Sebagaimana dahulu pernah
diberitakan di media massa, kasus ditemukannya dua belas bayi di sekitar jalan
tol di daerah Warakas, menyebarnya video aborsi siswi SMU dan terbongkarnya
praktek aborsi di salah satu klinik di kawasan Percetakan Negara Jakarta Pusat,
menyeruakkan kembali fenomena praktek aborsi di kalangan masyarakat yang
tentunya menyentak hati nurani, sehingga semestinya mendapatkan perhatian dan
bimbingan termasuk agama.
Data menyebutkan satu juta wanita
Indonesia melakukan aborsi setiap tahunnya. Dari jumlah tersebut sekitar 50%
berstatus belum menikah, 10%-21% di antaranya dilakukan remaja, 8%-10%
kegagalan KB, dan 2%-3% kehamilan yang tidak diinginkan oleh pasangan menikah.

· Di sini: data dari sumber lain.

import { describe, expect, test } from 'vitest';
import { fitWeibull } from '../../src/statistics/weibull.ts';
import { weibullPivots } from '../../src/statistics/weibullPivots.ts';
import { uniforms } from './seeded.ts';

describe('published fits', () => {
  test('NIST/SEMATECH e-Handbook 8.4.1.2, ten failures and ten suspended: shape 1.7208, scale 606.5280', () => {
    const fit = fitWeibull([54, 187, 216, 240, 244, 335, 361, 373, 375, 386], new Array<number>(10).fill(500));
    expect(fit.modulus).toBeCloseTo(1.7208, 4);
    expect(fit.characteristicStrengthMPa).toBeCloseTo(606.528, 2);
    expect(fit).toMatchObject({ n: 10, suspended: 10, unbiasedModulus: null, modulusConfidence: null });
  });

  test('ball bearings (Lieblein & Zelen 1956; Lawless): shape 2.102, scale 81.88, log-likelihood −113.6913', () => {
    const fit = fitWeibull([
      17.88, 28.92, 33.0, 41.52, 42.12, 45.6, 48.48, 51.84, 51.96, 54.12, 55.56, 67.8, 68.64, 68.64, 68.88, 84.12,
      93.12, 98.64, 105.12, 105.84, 127.92, 128.04, 173.4,
    ]);
    expect(fit.modulus).toBeCloseTo(2.102059, 5);
    expect(fit.characteristicStrengthMPa).toBeCloseTo(81.87833, 4);
    expect(fit.logLikelihood).toBeCloseTo(-113.6913, 4);
  });

  test('air-conditioning data (Proschan 1963), R survreg: shape 0.793944, scale 94.9649', () => {
    const fit = fitWeibull([3, 5, 7, 18, 43, 85, 91, 98, 100, 130, 230, 487]);
    expect(fit.modulus).toBeCloseTo(0.793944, 5);
    expect(fit.characteristicStrengthMPa).toBeCloseTo(94.9649, 3);
  });
});

describe('scatter of the estimates', () => {
  // Unbiasing factors: Thoman, Bain & Antle, Technometrics 11 (1969), as in ASTM C1239; stated to 1 %.
  test.each([
    [5, 0.7],
    [8, 0.82],
    [10, 0.859],
    [20, 0.931],
  ])('unbiasing factor for n = %d: %d', (n, factor) => {
    expect(Math.abs(weibullPivots(n).unbiasingFactor / factor - 1)).toBeLessThan(0.01);
  });

  test.each([{ n: 6 }, { n: 11 }, { n: 33 }])(
    'the intervals hold the true modulus and strength in 93.5 to 96.5 % of 3,000 samples of $n (modulus 9, strength 280 MPa)',
    ({ n }) => {
      const samples = 3000;
      const u = uniforms(40 + n, samples * n);
      let modulusHeld = 0;
      let strengthHeld = 0;
      let unbiased = 0;
      for (let i = 0; i < samples; i++) {
        const fit = fitWeibull(u.slice(i * n, (i + 1) * n).map((p) => 280 * (-Math.log(p)) ** (1 / 9)));
        const { modulusConfidence: m, characteristicStrengthConfidenceMPa: s } = fit;
        if (m && m.from <= 9 && 9 <= m.to) modulusHeld++;
        if (s && s.from <= 280 && 280 <= s.to) strengthHeld++;
        unbiased += (fit.unbiasedModulus as number) / samples;
      }
      expect(Math.abs(modulusHeld / samples - 0.95)).toBeLessThan(0.015);
      expect(Math.abs(strengthHeld / samples - 0.95)).toBeLessThan(0.015);
      expect(Math.abs(unbiased / 9 - 1)).toBeLessThan(0.025);
    },
  );

  test('beyond the table the intervals go on shrinking', () => {
    expect(weibullPivots(400).modulusRatio.high).toBeLessThan(weibullPivots(100).modulusRatio.high);
    expect(weibullPivots(1e9).unbiasingFactor).toBeCloseTo(1, 4);
  });
});

test.each([
  ['no strengths', [], 'missing-value'],
  ['one strength', [250], 'missing-value'],
  ['strengths that are all the same', [250, 250, 250], 'missing-value'],
  ['a strength of zero', [0, 250], 'out-of-range'],
  ['a negative strength', [-1, 250], 'out-of-range'],
  ['no number', [Number.NaN, 250], 'not-a-number'],
  ['strengths that differ by rounding', [250, 250.0000000001], 'out-of-range'],
])('%s give no fit, by name', (_what, strengths, code) => {
  expect(() => fitWeibull(strengths)).toThrow(expect.objectContaining({ code }));
});
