/** Seeded random numbers for the tests of the statistics: the same samples on every machine. */

/** Numbers in (0, 1) by mulberry32. */
export function uniforms(seed: number, count: number): number[] {
  let state = seed >>> 0;
  return Array.from({ length: count }, () => {
    state = (state + 0x6d2b79f5) >>> 0;
    let t = Math.imul(state ^ (state >>> 15), 1 | state);
    t = (t + Math.imul(t ^ (t >>> 7), 61 | t)) ^ t;
    return (((t ^ (t >>> 14)) >>> 0) + 0.5) / 4294967296;
  });
}

/** Standard normal numbers by Box and Muller. */
export function standardNormals(seed: number, count: number): number[] {
  const u = uniforms(seed, 2 * count);
  return Array.from(
    { length: count },
    (_, i) => Math.sqrt(-2 * Math.log(u[2 * i] as number)) * Math.cos(2 * Math.PI * (u[2 * i + 1] as number)),
  );
}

Kenyataan ini menunjukkan tingginya kebutuhan terhadap praktek aborsi dan
beragamnya faktor penyebab aborsi[1].
Tingginya animo masyarakat untuk
melakukan praktek aborsi yang tidak diimbangi dengan pengetahuan hukum dan
nilai agama sering kali masalah aborsi dianggap enteng dan prakteknya dilakukan
secara sembunyi-sembunyi sekalipun tidak jarang merenggut nyawa sang ibu.
II.
Pembahasan
A.
Pengertian Aborsi
Menurut
bahasa kata aborsi berasal dari bahasa Inggris yaitu abortion yang berarti
gugur kandungan atau keguguran. Dalam bahasa Arab disebut Isqatu Hamli
atau al Ijhadh (إسقاط الحمل آوالاجها د).
Menurut
Huzaimah Tahido Yanggo dalam bukunya Masail Fiqhiyah ada perbedaan dalam
mengartikan tentang aborsi, seperti diungkapkan oleh Sardikin Guna Putra,
aborsi adalah pengakhiran kehamilan atas hasil konsepsi sebelum janin dapat
hidup di luar kandungan. Sedangkan menurut Mardjono Reksodiputra, aborsi adalah
pengeluaran hasil konsepsi dari rahim sebelum hasil konsepsi dapat lahir secara
alamiah dengan adanya kehendak merusak hasil konsepsi tersebut. Berbeda juga menurut Nani Soendo, aborsi adalah pengeluaran buah
kehamilan pada waktu janin masih demikian kecilnya sehinga tidak dapat hidup[2].
Dapat
disimpulkan sebagaimana dikutip dari M. Quraish Shihab dalam bukunya yang
berjudul Perempuan bahwa aborsi adalah pengguguran kandungan (janin)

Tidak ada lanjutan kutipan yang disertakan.